Search the records below for the word "start" and show every line where it occurs.

Data extracted from a collection
+-------+

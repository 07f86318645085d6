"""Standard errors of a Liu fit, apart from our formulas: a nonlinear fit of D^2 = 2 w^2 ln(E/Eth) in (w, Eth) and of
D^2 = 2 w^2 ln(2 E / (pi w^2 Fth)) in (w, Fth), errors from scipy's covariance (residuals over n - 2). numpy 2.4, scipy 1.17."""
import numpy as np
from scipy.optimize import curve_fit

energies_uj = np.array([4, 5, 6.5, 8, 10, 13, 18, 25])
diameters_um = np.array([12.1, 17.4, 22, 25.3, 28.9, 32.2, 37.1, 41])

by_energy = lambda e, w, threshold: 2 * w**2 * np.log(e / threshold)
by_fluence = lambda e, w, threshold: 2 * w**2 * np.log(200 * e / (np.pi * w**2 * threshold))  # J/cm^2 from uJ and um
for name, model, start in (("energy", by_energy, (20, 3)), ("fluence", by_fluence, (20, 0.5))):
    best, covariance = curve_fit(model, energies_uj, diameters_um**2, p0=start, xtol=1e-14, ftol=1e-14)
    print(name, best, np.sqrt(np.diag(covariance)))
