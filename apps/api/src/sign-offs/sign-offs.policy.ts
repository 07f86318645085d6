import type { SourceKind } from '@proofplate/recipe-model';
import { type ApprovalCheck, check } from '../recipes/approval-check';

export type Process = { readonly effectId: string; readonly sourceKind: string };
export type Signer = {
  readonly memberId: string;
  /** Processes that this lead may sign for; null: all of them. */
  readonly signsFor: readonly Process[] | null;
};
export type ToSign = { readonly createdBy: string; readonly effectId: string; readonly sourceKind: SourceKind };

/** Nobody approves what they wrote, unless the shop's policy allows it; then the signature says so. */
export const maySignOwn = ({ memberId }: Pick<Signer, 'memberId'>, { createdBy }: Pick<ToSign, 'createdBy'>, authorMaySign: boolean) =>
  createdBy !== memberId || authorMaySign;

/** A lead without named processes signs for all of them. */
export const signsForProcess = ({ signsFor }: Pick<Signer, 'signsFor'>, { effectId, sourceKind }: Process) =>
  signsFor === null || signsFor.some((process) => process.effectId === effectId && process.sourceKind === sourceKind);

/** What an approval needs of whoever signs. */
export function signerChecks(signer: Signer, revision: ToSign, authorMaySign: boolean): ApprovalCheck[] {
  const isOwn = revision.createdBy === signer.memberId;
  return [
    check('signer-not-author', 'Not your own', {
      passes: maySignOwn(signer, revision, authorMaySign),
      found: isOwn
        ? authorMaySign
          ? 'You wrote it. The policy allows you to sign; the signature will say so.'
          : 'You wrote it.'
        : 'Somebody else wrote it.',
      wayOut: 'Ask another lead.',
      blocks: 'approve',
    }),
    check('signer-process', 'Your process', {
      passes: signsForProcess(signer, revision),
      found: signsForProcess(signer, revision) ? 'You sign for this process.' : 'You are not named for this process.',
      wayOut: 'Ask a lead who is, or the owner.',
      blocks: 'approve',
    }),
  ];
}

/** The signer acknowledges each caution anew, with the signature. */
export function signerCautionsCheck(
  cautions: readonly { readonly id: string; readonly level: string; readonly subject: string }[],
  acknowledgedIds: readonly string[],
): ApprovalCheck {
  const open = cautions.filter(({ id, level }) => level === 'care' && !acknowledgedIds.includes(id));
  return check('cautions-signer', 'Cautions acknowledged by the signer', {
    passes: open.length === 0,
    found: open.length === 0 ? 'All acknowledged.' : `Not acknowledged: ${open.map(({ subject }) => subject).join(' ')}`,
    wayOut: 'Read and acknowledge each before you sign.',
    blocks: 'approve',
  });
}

+-------+

__Written solution__
for name, model, start in (("energy", by_energy, (20, 3)), ("fluence", by_fluence, (20, 0.5))):
    best, covariance = curve_fit(model, energies_uj, diameters_um**2, p0=start, xtol=1e-14, ftol=1e-14)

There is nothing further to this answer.